SQL Statement is as follows:

SELECT ST.STUD_Student_ID , ST.STUD_Surname_S02 , ST.STUD_Forname_1_S03, se.STEN_Student_ID, se.STEN_Prog_code FROM STUDstudent AS ST, STENenrols AS se, st INNER JOIN se ON st.stud_student_id=se.sten_student_id WHERE se.sten_expctd_end_date__q17 > #" & Date & "# and se.sten_actual_end_date__q18 IS null

Database Structure
Table STENenrols
	STEN_Student_ID	Key field
STEN_College_Year
	STEN_Prog_Code
	STEN_Type_Of_Record
	STEN_Actual_End_Date__Q18
	STEN_Expctd_End_Date__Q17
	STEN_Completion_Stat_Q19

Table STUDstudent
	STUD_Student_ID	key field
	STUD_College_Year
	STUD_Surname_s02
	STUD_Forename_1_s03
	STUD_Primary_Programme

Is there some thing I have overlooked with regard to differences between ACCESS and MS SQL Server?
 :Confused:

----------


## skhanal

Your join statement needs to be changed, try this


SELECT ST.STUD_Student_ID , ST.STUD_Surname_S02 , ST.STUD_Forname_1_S03, se.STEN_Student_ID, se.STEN_Prog_code FROM STUDstudent AS ST
INNER JOIN STENenrols AS se
ON st.stud_student_id=se.sten_student_id WHERE se.sten_expctd_end_date__q17 >  getdate() and se.sten_actual_end_date__q18 IS null


If you are trying to get current date, use getdate() function instead of Date.

----------


## dougb

I have just tried your suggested code and got the same error again. The date part when tried on the access database fails when reverted to my original bit of code for date the select statement works fine on access but not the SQL server :Confused:  
Just to rule out the date I have now entered a fixed date yet again this works fine with the access database but not the SQL server.

----------


## skhanal

Can you run the SELECT statement in Query Analyzer.

I don't see anything wrong with the SQL Statement.

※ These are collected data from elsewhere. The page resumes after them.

@settings(max_examples=300, deadline=None)
@given(
    st.lists(maybe, max_size=50), bound, bound,
    st.floats(min_value=0.1, max_value=10), st.sampled_from(["both", "low", "high"]),
)
def test_robust_limits_never_widen_the_spec_window(
    values: list[float | None], spec_low: float | None, spec_high: float | None, k: float, sides: str
) -> None:
    r = robust_limits("m", values, k=k, min_cells=3, spec_low=spec_low, spec_high=spec_high,
                      sides=sides)
    if spec_low is not None:
        assert r.low is not None and r.low >= spec_low
    if spec_high is not None:
        assert r.high is not None and r.high <= spec_high
    if not r.applied:
        assert (r.low, r.high) == (spec_low, spec_high) and r.why
        assert outliers({f"c{i}": v for i, v in enumerate(values)}, r) == ()


def test_robust_limits_are_median_plus_minus_k_robust_sd_clipped_to_the_spec() -> None:
    values = with_mean_and_sd(5.0, 0.02, n=60)
    s = scipy.stats.median_abs_deviation(values, scale="normal")  # SciPy documentation
    m = float(np.median(values))
    r = robust_limits("cap", values, k=4, min_cells=30, spec_low=4.0, spec_high=5.05)
    assert r.applied and r.n == 60 and r.why == ""
    assert r.low == pytest.approx(m - 4 * s) and r.high == 5.05  # clipped: m + 4·s > 5.05
    low_only = robust_limits("cap", values, k=4, min_cells=30, spec_low=4.0, spec_high=5.05, sides="low")
    assert low_only.low == pytest.approx(m - 4 * s) and low_only.high == 5.05
    high_only = robust_limits("cap", values, k=4, min_cells=30, spec_low=None, spec_high=None, sides="high")
    assert high_only.low is None and high_only.high == pytest.approx(m + 4 * s)


def test_a_small_lot_or_one_with_no_spread_is_not_screened_and_says_why() -> None:
    small = robust_limits("cap", [1.0] * 5 + [2.0] * 7 + [None] * 40, k=6, min_cells=30,
                          spec_low=0.0, spec_high=3.0)
    assert not small.applied and small.why == "lot has 12 passing cells, the screen needs 30"
    assert robust_limits("cap", [1.0], k=6, min_cells=2, spec_low=None, spec_high=None).why == (
        "lot has 1 passing cell, the screen needs 2"
    )
    # more than half the values equal: MAD = 0, and a screen of zero width would flag them all
    flat = robust_limits("cap", [5.0] * 20 + [5.1, 4.9, 5.2], k=6, min_cells=10, spec_low=None, spec_high=None)
    assert not flat.applied and flat.why == "no spread among passing cells"
    assert (flat.median, flat.robust_sd) == (5.0, 0.0)
    assert outliers({"a": 5.2, "b": 9.0}, flat) == ()
    empty = robust_limits("cap", [], k=6, min_cells=1, spec_low=1.0, spec_high=2.0)
    assert (empty.applied, empty.median, empty.robust_sd, empty.low, empty.high) == (False, None, None, 1.0, 2.0)


@pytest.mark.parametrize(
    ("k", "min_cells", "sides", "message"),
    [(0.0, 5, "both", "k must be a positive number"), (math.nan, 5, "both", "k must be a positive number"),
     (3.0, 0, "both", "min_cells must be at least 1"), (3.0, 5, "up", "sides must be one of both, low, high")],
)
def test_a_screen_that_makes_no_sense_is_refused(k: float, min_cells: int, sides: str, message: str) -> None:
    with pytest.raises(ValueError, match=message):
        robust_limits("m", [1.0, 2.0], k=k, min_cells=min_cells, spec_low=None, spec_high=None,
                      sides=sides)


def limits_of(values: Sequence[float | None], k: float) -> RobustLimits:
    return robust_limits("m", values, k=k, min_cells=5, spec_low=None, spec_high=None)


lots = st.lists(maybe, min_size=5, max_size=60)


@settings(max_examples=200, deadline=None)
@given(lots, st.randoms(use_true_random=False), st.floats(min_value=0.5, max_value=8))
def test_a_shuffled_lot_gives_the_same_limits_and_outliers(
    values: list[float | None], rng: random.Random, k: float
) -> None:
    cells = {f"cell-{i:03d}": v for i, v in enumerate(values)}
    shuffled_ids = list(cells)
    rng.shuffle(shuffled_ids)
    shuffled = {i: cells[i] for i in shuffled_ids}
    first, second = limits_of(list(cells.values()), k), limits_of(list(shuffled.values()), k)
    assert first == second
    assert outliers(cells, first) == outliers(shuffled, second)


@settings(max_examples=200, deadline=None)
@given(lots, st.floats(min_value=0.5, max_value=8), st.floats(min_value=0.0, max_value=8))
def test_a_bigger_k_never_flags_more_cells(values: list[float | None], k: float, more: float) -> None:
    cells = {f"cell-{i:03d}": v for i, v in enumerate(values)}
    narrow = {o.cell_id for o in outliers(cells, limits_of(values, k))}
    wide = {o.cell_id for o in outliers(cells, limits_of(values, k + more))}
    assert wide <= narrow


def test_outliers_are_sorted_furthest_first_and_a_value_not_measured_is_never_one() -> None:
    limits = RobustLimits("cap", 3.0, 5, "both", 50, 5.0, 0.01, 4.97, 5.03, True)
    found = outliers({"a": 4.955, "b": 5.10, "c": None, "d": math.nan, "e": 5.0, "f": 4.88, "g": 5.04}, limits)
    assert [(o.cell_id, o.side) for o in found] == [("f", "low"), ("b", "high"), ("a", "low"), ("g", "high")]
    assert found[0].value == 4.88 and (found[0].low, found[0].high) == (4.97, 5.03)
    assert all(o.metric == "cap" for o in found)


# -- grades ---------------------------------------------------------------------------------

A = GradeClass("A", {"capacity_Ah": (5.00, 5.10), "dcir_mOhm": (None, 1.0)})
B = GradeClass("B", {"capacity_Ah": (4.95, 5.10)})
C = GradeClass("C", {})


def test_the_first_matching_grade_wins() -> None:
    assert grade_of({"capacity_Ah": 5.05, "dcir_mOhm": 0.8}, [A, B, C]) == "A"
    assert grade_of({"capacity_Ah": 5.05, "dcir_mOhm": 0.8}, [B, A, C]) == "B"
    assert grade_of({"capacity_Ah": 5.05, "dcir_mOhm": 1.2}, [A, B, C]) == "B"
    assert grade_of({"capacity_Ah": 4.00}, [A, B, C]) == "C"
    assert grade_of({"capacity_Ah": 4.00}, [A, B]) is None


def test_a_grades_low_bound_is_inclusive_and_its_high_bound_exclusive() -> None:
    assert grade_of({"capacity_Ah": 5.00, "dcir_mOhm": 0.5}, [A]) == "A"
    assert grade_of({"capacity_Ah": 5.10, "dcir_mOhm": 0.5}, [A]) is None
    assert grade_of({"capacity_Ah": 5.05, "dcir_mOhm": 1.0}, [A]) is None
    assert grade_of({"capacity_Ah": 5.05, "dcir_mOhm": 0.999}, [A]) == "A"
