def test_every_documented_key_is_accepted() -> None:
    values = {
        ("", "description"): '"all keys"',
        ("file", "delimiter"): '"tab"',
        ("file", "decimal"): '"comma"',
        ("file", "encoding"): '"latin-1"',
        ("file", "skip_lines"): "1",
        ("file", "metadata_prefix"): '"//"',
        ("file", "file_name_pattern"): "'(?P<lot>.+)'",
        ("units", "time"): '"h"',
        ("units", "voltage"): '"mV"',
        ("units", "current"): '"mA"',
        ("units", "current_sign"): '"from mode"',
        ("units", "capacity"): '"mAh"',
        ("units", "energy"): '"J"',
        ("file", "format"): '"workbook"',
        ("time", "stamps"): '"date-time"',
        ("time", "date_format"): '"%d.%m.%Y %H:%M:%S"',
        ("time", "zone"): '"Europe/Berlin"',
        ("time", "zone_metadata"): '"clock zone"',
        ("mode", "charge"): '["C", "CV"]',
        ("mode", "discharge"): '["D"]',
        ("mode", "rest"): '["R"]',
        ("counters", "compare"): "false",
        ("counters", "tolerance_percent"): "2.5",
        ("metadata", "*"): '"F-1"',
        **{("accuracy", k.name): f"{i + 1}" for i, k in enumerate(ACCURACY_KEYS)},
    }
    tables: dict[str, list[str]] = {}
    for key in PROFILE_KEYS:
        assert key.meaning and key.allowed and key.default, key
        tables.setdefault(key.table, []).append(key.key)
    text = ""
    for table, keys in tables.items():
        text += f"[{table}]\n" if table else ""
        for k in keys:
            value = values.get((table, k), f'"col {k}"')
            text += f"{'fixture' if k == '*' else k} = {value}\n"
    profile = load_profile(text, "all.toml")
    assert profile.description == "all keys"
    assert (profile.delimiter, profile.decimal, profile.skip_lines) == ("\t", ",", 1)
    assert profile.columns["cycle"] == "col cycle"
    assert profile.metadata["fixture"] == "F-1"
    assert profile.current_sign == "from mode"
    assert profile.modes == {"C": "charge", "CV": "charge", "D": "discharge", "R": "rest"}
    assert (profile.time_stamps, profile.zone, profile.zone_metadata) == (
        "date-time", "Europe/Berlin", "clock zone"
    )
    assert (profile.file_format, profile.data_sheets, profile.metadata_sheet) == (
        "workbook", "col data_sheets", "col metadata_sheet"
    )
    assert (profile.compare_counters, profile.counter_tolerance_percent) == (False, 2.5)
    assert (profile.columns["capacity"], profile.capacity_unit, profile.energy_unit) == (
        "col capacity", "mAh", "J"
    )
    assert profile.accuracy == AccuracyClass(1, 2, 3, 4, 5, 6, 7, "import profile all.toml")


def test_profile_key_table_documents_every_key() -> None:
    table = describe_profile_keys()
    assert table.count("\n") == len(PROFILE_KEYS) + 2
    for key in PROFILE_KEYS:
        assert (f"`{key.key}`" if key.key != "*" else "any metadata name") in table
    assert "| [units] | `current_sign` | charge positive, discharge positive, from mode |" in table


# ---------------------------------------------------------------- properties

finite = st.floats(allow_nan=False, allow_infinity=False, width=64)


@st.composite
def small_traces(draw: st.DrawFn) -> dict[str, list[float]]:
    n = draw(st.integers(1, 25))
    steps = draw(st.lists(st.floats(0.001, 5000), min_size=n, max_size=n))
    time_s = [float(x) for x in np.cumsum(steps) - steps[0]]
    volts = draw(st.lists(st.floats(-0.1, 4.5), min_size=n, max_size=n))
    amps = draw(st.lists(st.floats(-200, 200), min_size=n, max_size=n))
    temps = draw(st.lists(st.floats(-20, 80), min_size=n, max_size=n))
    return {"t": time_s, "v": volts, "i": amps, "T": temps}


@settings(max_examples=150, deadline=None, suppress_health_check=[HealthCheck.too_slow])
@given(
    trace=small_traces(),
    delimiter=st.sampled_from(["comma", "semicolon", "tab"]),
    decimal=st.sampled_from(["point", "comma"]),
    encoding=st.sampled_from(["utf-8", "utf-8-sig", "latin-1"]),
    time_unit=st.sampled_from(["s", "ms", "min", "h"]),
    voltage_unit=st.sampled_from(["V", "mV"]),
    current_unit=st.sampled_from(["A", "mA"]),
    sign=st.sampled_from(["charge positive", "discharge positive"]),
    from_name=st.booleans(),
    skip=st.integers(0, 2),
)
def test_a_trace_written_in_any_profile_layout_reads_back_as_v1(
    trace: dict[str, list[float]],
    delimiter: str,
    decimal: str,
    encoding: str,
    time_unit: str,
    voltage_unit: str,
    current_unit: str,
    sign: str,
    from_name: bool,
    skip: int,
) -> None:
    if delimiter == "comma" and decimal == "comma":
        decimal = "point"
    mark = {"comma": ",", "semicolon": ";", "tab": "\t"}[delimiter]
    dot = "." if decimal == "point" else ","
    rows_v1 = [list(r) for r in zip(trace["t"], trace["v"], trace["i"], trace["T"], strict=True)]
    columns = ("time_s", "voltage_V", "current_A", "temperature_C")
    v1 = read_cycle_file(make_csv(rows_v1, columns).encode(), "v1.csv")

    per_s = {"s": 1.0, "ms": 1000.0, "min": 1 / 60, "h": 1 / 3600}[time_unit]
    per_v = {"V": 1.0, "mV": 1000.0}[voltage_unit]
    per_a = {"A": 1.0, "mA": 1000.0}[current_unit] * (1 if sign == "charge positive" else -1)
    rows = [[t * per_s, v * per_v, i * per_a, temp] for t, v, i, temp in rows_v1]
    profile_text = (
        f'[file]\ndelimiter = "{delimiter}"\ndecimal = "{decimal}"\nencoding = "{encoding}"\n'
        f"skip_lines = {skip}\n"
        + ("file_name_pattern = '^(?P<lot>[^_]+)_(?P<cell_id>[^_.]+)'\n" if from_name else "")
        + '[columns]\ntime = "elapsed"\nvoltage = "U (V)"\ncurrent = "I"\n'
        + 'temperature = "T (°C)"\n'
        + f'[units]\ntime = "{time_unit}"\nvoltage = "{voltage_unit}"\n'
        + f'current = "{current_unit}"\ncurrent_sign = "{sign}"\n'
        + '[metadata]\ncell_type = "DEMO-LFP-20A"\n'
    )
    profile = load_profile(profile_text, "p.toml")
    meta = {} if from_name else {"lot": "LOT-A7", "cell_id": "CELL-0012"}
    text = make_csv(
        rows,
        ("elapsed", "U (V)", "I", "T (°C)"),
        meta,
        delimiter=mark,
        decimal=dot,
        banner=("x",) * skip,
    )
    data = text.encode("latin-1" if encoding == "latin-1" else "utf-8")
    if encoding == "utf-8-sig":
        data = b"\xef\xbb\xbf" + data
    other = read_cycle_file(data, "LOT-A7_CELL-0012.csv", profile)
    same_numbers(v1, other)
    assert {k: other.metadata[k] for k in META} == META


@settings(max_examples=300, deadline=None)
@given(data=st.binary(max_size=600), name=st.sampled_from(["c.csv", "c.csv.gz", "c.tsv"]))
def test_arbitrary_bytes_give_an_input_error_or_a_trace(data: bytes, name: str) -> None:
    for profile in (None, read_profile(PROFILES / "tab_separated_ms.toml")):
        with contextlib.suppress(InputError):
            read_cycle_file(data, name, profile)


@settings(max_examples=300, deadline=None)
@given(
    body=st.text(alphabet='0123456789.,;-+eE \t\n\r"#:xT\x00\x1c٣', max_size=400),
    header=st.sampled_from(
        [
            "time_s,voltage_V,current_A",
            "time_s,voltage_V,current_A,step",
            "step,current_A,time_s,voltage_V,temperature_C,cycle",
        ]
    ),
    tabs=st.booleans(),
)
def test_data_of_digits_and_separators_gives_an_input_error_or_a_trace(
    body: str, header: str, tabs: bool
) -> None:
    profile = read_profile(PROFILES / "tab_separated_ms.toml") if tabs else None
    if tabs:
        header = header.replace(",", "\t").replace("time_s", "t_ms").replace("voltage_V", "U_V")
        header = header.replace("current_A", "I_mA").replace("temperature_C", "T_degC")
    text = make_csv([], (header,), prefix="//" if tabs else "#") + body
    try:
        trace = read_cycle_file(text.encode(), "c.csv", profile)
    except InputError:
        return
    assert len(trace) == trace.time_s.size
    with contextlib.suppress(InputError):
        validate_trace(trace, CELL_TYPES["DEMO-LFP-20A"])


@settings(max_examples=300, deadline=None)
@given(
    file_name=st.sampled_from(sorted(GOOD)),
    edits=st.lists(
        st.tuples(
            st.integers(0, 10_000),
            st.sampled_from(["set", "insert", "delete"]),
            st.binary(min_size=1, max_size=3),
        ),
        min_size=1,
        max_size=4,
    ),
    cut=st.none() | st.integers(0, 2000),
)
def test_damaged_good_files_give_an_input_error_or_a_trace(
    file_name: str, edits: list[tuple[int, str, bytes]], cut: int | None
) -> None:
    data = bytearray((TRACES / "good" / file_name).read_bytes())
    if file_name.endswith(".gz"):
        data = bytearray(gzip.decompress(bytes(data)))
    for position, kind, payload in edits:
        at = position % (len(data) + 1)
        if kind == "set":
            data[at : at + len(payload)] = payload
        elif kind == "insert":
            data[at:at] = payload
        else:
            del data[at : at + len(payload)]
    blob = bytes(data[:cut] if cut is not None else data)
    if file_name.endswith(".gz"):
        blob = gzip.compress(blob)[: None if cut is None else cut]
    profile_file = GOOD[file_name]
    profile = read_profile(PROFILES / profile_file) if profile_file else None
    try:
        trace = read_cycle_file(blob, file_name, profile)
    except InputError:
        return
    with contextlib.suppress(InputError):
        validate_trace(trace, CELL_TYPES.get(trace.cell_type, CELL_TYPES["DEMO-LFP-20A"]))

Are you using ODBC to make a connection? Your version of ODBC may not support ANSI join syntax, try this one if you have to use ODBC



SELECT ST.STUD_Student_ID , ST.STUD_Surname_S02 , ST.STUD_Forname_1_S03, se.STEN_Student_ID, se.STEN_Prog_code FROM STUDstudent AS ST, STENenrols AS se
WHERE 
st.stud_student_id=se.sten_student_id and se.sten_expctd_end_date__q17 > getdate() and se.sten_actual_end_date__q18 IS null

----------


## dougb

To answer your question yes I am using ODBC to talk to the SQL database server.
Did a bit more research yesterday and found some information on Microsoft site (Knowledge base article 154825) that suggested using the following code to force the ODBC to use local cursors not server cursors and all appears to be working fine for me now. :Big Grin:  

Thank you for your guidance.  :Cool: 

The following line was added in to my VB code
rdoEnvironments(0).CursorDriver = rdUseOdbc

----------


## DriverToBiker

rdoEnvironments(0).CursorDriver = rdUseOdbc

    Set Env1 = rdoEngine.rdoEnvironments(0)
    Set CN = Env1.OpenConnection(odbcBud, rdDriverNoPrompt, False, sCon)
   CN.QueryTimeout = 0

     SQL1 = "SELECT * " & _
                "FROM BorramePresupuesto " & _
                "WHERE (len(CENTRAB)>16 or len(DEPTO)>16 or len(MONEDA)>1 or len(CVE_EGRESO)>1 or " & _
                      "len(TIPOREC)>2 or len(RENGLON)>3 or len(TIPO_PPTO)>1 or len(CVE_GASTO)>1 or " & _
                      "len(PROYECTO)>10 or len(OBRA)>11 or len(SUBDIR)>4 or len(PIN_PEF)>24 or len(CONOR)> 6) "


    Set Rset1 = cn.OpenResultset(SQL1, rdOpenKeyset, rdConcurReadOnly, rdExecDirect)

    If Rset1.RowCount > 0 Then





> To answer your question yes I am using ODBC to talk to the SQL database server.
> Did a bit more research yesterday and found some information on Microsoft site (Knowledge base article 154825) that suggested using the following code to force the ODBC to use local cursors not server cursors and all appears to be working fine for me now. 
> 
> Thank you for your guidance. 
> 
> The following line was added in to my VB code
> rdoEnvironments(0).CursorDriver = rdUseOdbc

----------